An Optimal Linear Time Algorithm for Quasi-Monotonic Segmentation

TL;DR

This paper introduces an optimal linear time algorithm for segmenting sequences into monotonic parts with sign alternation, using a new quality metric and precomputation, outperforming existing heuristics in speed and accuracy.

Contribution

The paper presents a novel linear time algorithm for quasi-monotonic segmentation with a new quality metric and a precomputation step enabling constant-time segmentation queries.

Findings

Algorithm is faster than heuristics.

Algorithm achieves higher accuracy.

Precomputation enables instant segmentation retrieval.

Abstract

Monotonicity is a simple yet significant qualitative characteristic.

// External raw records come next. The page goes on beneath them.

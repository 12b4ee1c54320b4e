package api

import (
	"math"
	"net/http"
	"strings"
	"testing"

	"github.com/go-json-experiment/json"

	"regimed/regime/similar"
)

// scalingAnswer is a scaling as a client reads it.
type scalingAnswer struct {
	Consistent bool
	Factors    []struct {
		ID        string
		Value     *float64
		Formula   string
		Exponents map[string]string
		Origin    string
		Rule      string
	}
	Quantities []struct {
		ID      string
		Value   *float64
		Formula string
		RestsOn []string `json:"rests_on"`
	}
	Keep        []KeepRecord
	Exclusions  []ExclusionRecord
	Assumptions []RuleRecord
	Fields      []ScaledFieldRecord
	Case        map[string]any
	Violations  []ViolationItem
	Comparison  *ComparisonRecord
	Notes       []NoteRecord
}

func scale(t *testing.T, body string) *scalingAnswer {
	t.Helper()
	r := call(t, http.MethodPost, "/v1/scale", body)
	data := bodyOf(t, r)
	var s scalingAnswer
	if err := json.Unmarshal(data, &s, json.MatchCaseInsensitiveNames(true)); err != nil || r.StatusCode != http.StatusOK {
		t.Fatalf("status %d: %v\n%s", r.StatusCode, err, data)
	}
	return &s
}

func TestScale(t *testing.T) {
	s := scale(t, `{"case": `+riser+`, "length": "1:40", "keep": ["froude", "cauchy"]}`)
	if !s.Consistent || len(s.Factors) != int(similar.FactorCount) || len(s.Keep) != 2 || len(s.Assumptions) == 0 || len(s.Fields) == 0 || s.Comparison == nil || len(s.Violations) > 0 {
		t.Fatalf("%+v", s)
	}
	speed := s.Factors[similar.Speed]
	if speed.ID != "speed" || speed.Formula != "λ^(1/2)" || speed.Exponents["length"] != "1/2" || len(speed.Exponents) != 1 || math.Abs(*speed.Value-math.Sqrt(0.025)) > 1e-15 || speed.Origin != "follows" {
		t.Errorf("%+v", speed)
	}
	if mach := s.Comparison; mach.A.Title != "Riser" || mach.B.Title != "Riser (model 1:40)" {
		t.Errorf("%+v", mach)
	}
	// the model's case is one that can be classified
	body, err := json.Marshal(s.Case)
	if err != nil {
		t.Fatal(err)
	}
	r := call(t, http.MethodPost, "/v1/classify", string(body))
	var a struct{ Digest string }
	if err := json.Unmarshal(bodyOf(t, r), &a, json.MatchCaseInsensitiveNames(true)); err != nil || r.StatusCode != http.StatusOK || a.Digest != s.Comparison.B.Digest {
		t.Errorf("status %d, digest %s of %s", r.StatusCode, a.Digest, body)
	}
}

func TestScaleExcludes(t *testing.T) {
	s := scale(t, `{"case": `+riser+`, "length": 0.025, "keep": ["froude", "reynolds"]}`)
	if s.Consistent || len(s.Exclusions) != 1 || s.Exclusions[0].LetGo != "reynolds" || len(s.Exclusions[0].Remedies) != 3 || s.Keep[1].Held || s.Comparison == nil {
		t.Fatalf("%+v", s)
	}
	m := s.Exclusions[0].Remedies[1]
	if m.Factor != "kinematic_viscosity" || m.Formula != "λ^(3/2)" || *m.Now != 1 || math.Abs(1 / *m.Needed - 252.98) > 0.01 || *m.Change != *m.Needed {
		t.Errorf("%+v", m)
	}
	// with a fluid that may change they go together
	s = scale(t, `{"case": `+riser+`, "length": 0.025, "keep": ["froude", "reynolds"], "free": ["fluid"]}`)
	if !s.Consistent || s.Factors[similar.KinematicViscosity].Formula != "λ^(3/2)" || s.Factors[similar.FluidDensity].Origin != "assumed" || s.Factors[similar.FluidDensity].Rule != "same-fluid-density" {
		t.Errorf("%+v", s.Factors)
	}
}

// A property that one of the fluids lacks is null, and what hangs on it.
func TestScaleWithoutAProperty(t *testing.T) {
	s := scale(t, `{"case": {"structure": {"kind": "generic", "length": "1 m", "frequency_dry": "1 Hz"}, "fluid": {"density": "1000 kg/m3", "viscosity": "1 mPa s"}, "flow": {"speed": "1 m/s"}},
		"length": 0.5, "keep": ["reynolds"], "fluid": {"density": "900 kg/m3", "kinematic_viscosity": "5 cSt"}}`)
	c, nu := s.Factors[similar.SoundSpeed], s.Factors[similar.KinematicViscosity]
	if c.Value != nil || c.Origin != "unknown" || nu.Value == nil || math.Abs(*nu.Value-5) > 1e-12 || nu.Origin != "fluids" {
		t.Errorf("%+v %+v", c, nu)
	}
}

// A model that is no case says so, and is no problem of the request.
func TestScaleToNoCase(t *testing.T) {
	s := scale(t, `{"case": {"structure": {"kind": "generic", "length": "1 m"}, "fluid": "water", "flow": {"speed": "10 m/s"}, "surroundings": {"depth_below_surface": "9 m"}},
		"length": "20:1", "speed": 1, "keep": ["cavitation"]}`)
	if s.Comparison != nil || len(s.Violations) != 1 || s.Violations[0].Pointer != "/surroundings/ambient_pressure" || s.Keep[0].Judged != nil {
		t.Errorf("%+v", s)
	}
}

func TestScaleRefuses(t *testing.T) {
	with := func(members string) string { return `{"case": ` + rodCase + members + `}` }
	rows := []struct {
		name, body string
		want       []string
	}{
		{"nothing", `{}`, []string{"/case missing"}},
		{"text", `"1:40"`, []string{" wrong-type"}},
		{"everything", with(`, "length": "forty", "keep": ["froud", 3, "strouhal"], "free": "fluid", "fluid": "wodka", "tolerance": null, "lenght": 1`),
			[]string{"/fluid unknown-choice", "/free wrong-type", "/keep wrong-type", "/lenght unknown-field", "/length wrong-type", "/tolerance wrong-type"}},
		{"lengths", with(`, "length": 0`), []string{"/length wrong-type"}},
		{"below zero", with(`, "length": -0.1, "speed": "1:0", "time": {}, "gravity": 1e999`), []string{"/gravity wrong-type", "/length wrong-type", "/speed wrong-type", "/time wrong-type"}},
		{"too small to compute with", with(`, "length": 1e-200`), []string{"/length out-of-range"}},
		{"names", with(`, "length": 1, "keep": ["froud", "froude", "drag_coefficient"], "free": ["fluidd", "length", "gravity", "gravity"]`),
			[]string{"/free/0 unknown-choice", "/free/1 unknown-choice", "/keep/0 unknown-choice", "/keep/2 unknown-choice"}},
		{"a long name", with(`, "length": 1, "keep": ["` + strings.Repeat("x", 5000) + `"]`), []string{"/keep/0 unknown-choice"}},
		{"many names", with(`, "length": 1, "keep": [` + strings.Repeat(`"froude",`, 64) + `"mach"]`), []string{"/keep wrong-type"}},
		{"twice", with(`, "length": 1, "keep": ["mach", "froude", "mach"]`), []string{"/keep/2 duplicate"}},
		{"fluid", with(`, "length": 1, "fluid": {"density": "1 kg", "colour": "red"}`), []string{"/fluid/colour unknown-field", "/fluid/density wrong-dimension"}},
		{"no fluid in it", with(`, "length": 1, "fluid": {}`), []string{"/fluid missing"}},
		{"fluid out of its range", with(`, "length": 1, "fluid": {"name": "seawater", "temperature": "90 degC"}`), []string{"/fluid/temperature out-of-range"}},
		{"no length", with(`, "keep": ["mach"]`), []string{"/length missing"}},
		{"a bad case", `{"case": {"structure": {"kind": "cylinder", "diameter": "1 kg"}}, "length": 1}`, []string{"/case/structure/diameter wrong-dimension"}},
		{"a case that contradicts itself", `{"case": {"structure": {"kind": "generic", "length": "1 m"}, "flow": {"speed": "1 m/s"}}, "length": 1}`, []string{"/case/fluid missing"}},
	}
	ran := 0
	for _, row := range rows {
		checkRefused(t, "/v1/scale", row.name, row.body, row.want)
		ran++
	}
	if ran != 16 {
		t.Errorf("%d rows", ran)
	}
	checkMalformed(t, "/v1/scale")
	p := problemIn(t, call(t, http.MethodPost, "/v1/scale", with(`, "length": 1, "keep": ["reynold"]`)))
	if !strings.Contains(p.Violations[0].Detail, "Did you mean reynolds?") || !strings.Contains(p.Violations[0].Detail, "mass_ratio") {
		t.Errorf("%+v", p.Violations)
	}
}
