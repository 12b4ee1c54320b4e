package api

import (
	"bufio"
	"bytes"
	"context"
	"io"
	"runtime"
	"sync"
	"testing"
	"time"

	"regimed/api/batch"
	"regimed/api/render"
	"regimed/regime"
	"regimed/regime/input"
	"regimed/regime/kind"
)

// BenchmarkBatchRatio reports the lines a second of a batch, and its throughput
// over that of classifying alone, of cases that are decoded already, on as many
// processors. The two take turns, so that a busy machine slows both.
func BenchmarkBatchRatio(b *testing.B) {
	for name, fields := range map[string]render.Fields{"trimmed": render.Kind | render.Recommendation, "whole": render.All} {
		b.Run(name, func(b *testing.B) {
			const n = 2000
			text, cases := benchLines(b, n)
			answer := BatchAnswerer(BatchOptions{Fields: fields})
			var batched, alone time.Duration
			for range b.N {
				start := time.Now()
				if _, err := batch.Run(context.Background(), bytes.NewReader(text), bufio.NewWriter(io.Discard), batch.Options{Answer: answer}); err != nil {
					b.Fatal(err)
				}
				batched += time.Since(start)
				start = time.Now()
				classifyAll(cases)
				alone += time.Since(start)
			}
			b.ReportMetric(float64(b.N)*n/batched.Seconds(), "lines/s")
			b.ReportMetric(alone.Seconds()/batched.Seconds(), "of-classify")
		})
	}
}

// benchLines are so many good lines, and their cases.
func benchLines(b *testing.B, n int) (text []byte, cases []*input.Case) {
	b.Helper()
	src := source(b)
	for number := int64(1); len(cases) < n; number++ {
		line, broken := src.Append(nil, number)
		if broken {
			continue
		}
		c, violations, err := input.Decode(line, kind.Schema())
		if err != nil || len(violations) > 0 {
			b.Fatal(err, violations)
		}
		text, cases = append(append(text, line...), '\n'), append(cases, c)
	}
	return text, cases
}

func classifyAll(cases []*input.Case) {
	var all sync.WaitGroup
	workers := runtime.GOMAXPROCS(0)
	for w := range workers {
		all.Go(func() {
			for i := w; i < len(cases); i += workers {
				if a, violations := regime.Classify(cases[i]); len(violations) == 0 {
					a.Release()
				}
			}
		})
	}
	all.Wait()
}
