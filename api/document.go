package api

import (
	"net/http"
	"strconv"

	"github.com/go-json-experiment/json"
	"github.com/go-json-experiment/json/jsontext"
	"github.com/labstack/echo/v4"

	"regimed/openapi"
)

// Media types of what is sent.
const (
	typeJSON    = "application/json; charset=utf-8"
	typeProblem = "application/problem+json"
	typeSchema  = "application/schema+json"
	typeYAML    = "application/yaml"
)

// document is an answer that never changes while the server runs.
type document struct {
	mediaType string
	body      []byte
}

func (d document) answer(c echo.Context) error {
	return send(c, http.StatusOK, d.mediaType, d.body)
}

// plainQuery answers with a document, and refuses query parameters: there a
// misspelt name would otherwise pass unnoticed.
func plainQuery(d document) echo.HandlerFunc {
	return func(c echo.Context) error {
		if err := noParameters(c); err != nil {
			return err
		}
		return d.answer(c)
	}
}

// documents are the answers that are written once.
type documents struct {
	index, schema, problemIndex document
	health, ready, version      document
	specYAML, specJSON          document
	catalogs                    map[string]document
	problems                    map[string]document
}

func newDocuments() documents {
	d := documents{
		index:        jsonDocument(catalogIndex()),
		schema:       document{typeSchema, CaseSchema()},
		problemIndex: jsonDocument(problemIndex()),
		health:       jsonDocument(state{"ok"}),
		ready:        jsonDocument(state{"ready"}),
		version:      jsonDocument(version()),
		specYAML:     document{typeYAML, openapi.YAML()},
		specJSON:     document{typeJSON, openapi.JSON()},
		catalogs:     map[string]document{},
		problems:     map[string]document{},
	}
	for _, name := range CatalogNames() {
		d.catalogs[name] = jsonDocument(catalogPage(name))
	}
	for _, p := range problemTypes {
		d.problems[p.ID] = jsonDocument(p.record())
	}
	return d
}

// state is the answer of the probes.
type state struct {
	Status string `json:"status"`
}

// jsonDocument writes a record of this package once, at start. The records hold
// no number that JSON has no word for, which is the only way to fail; any test
// that makes a server would find it.
func jsonDocument(v any) document {
	data, err := encode(v)
	if err != nil {
		panic("api: a record is no JSON: " + err.Error())
	}
	return document{typeJSON, data}
}

// encode writes a record as JSON, a line of its own.
func encode(v any) ([]byte, error) {
	data, err := json.Marshal(v, json.Deterministic(true), jsontext.AllowInvalidUTF8(true))
	if err != nil {
		return nil, err
	}
	return append(data, '\n'), nil
}

// send writes a whole answer with its length.
func send(c echo.Context, status int, mediaType string, body []byte) error {
	r := c.Response()
	h := r.Header()
	h.Set(echo.HeaderContentType, mediaType)
	h.Set(echo.HeaderContentLength, strconv.Itoa(len(body)))
	r.WriteHeader(status)
	if c.Request().Method == http.MethodHead {
		return nil
	}
	_, err := r.Write(body)
	return err
}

We consider the problem of segmenting a sequence in up to K segments. We want segments to be as monotonic as possible and to alternate signs. We propose a quality metric for this problem using the l_inf norm, and we present an optimal linear time algorithm based on novel formalism. Moreover, given a precomputation in time O(n log n) consisting of a labeling of all extrema, we compute any optimal segmentation in constant time. We compare experimentally its performance to two piecewise linear segmentation heuristics (top-down and bottom-up). We show that our algorithm is faster and more accurate. Applications include pattern recognition and qualitative modeling.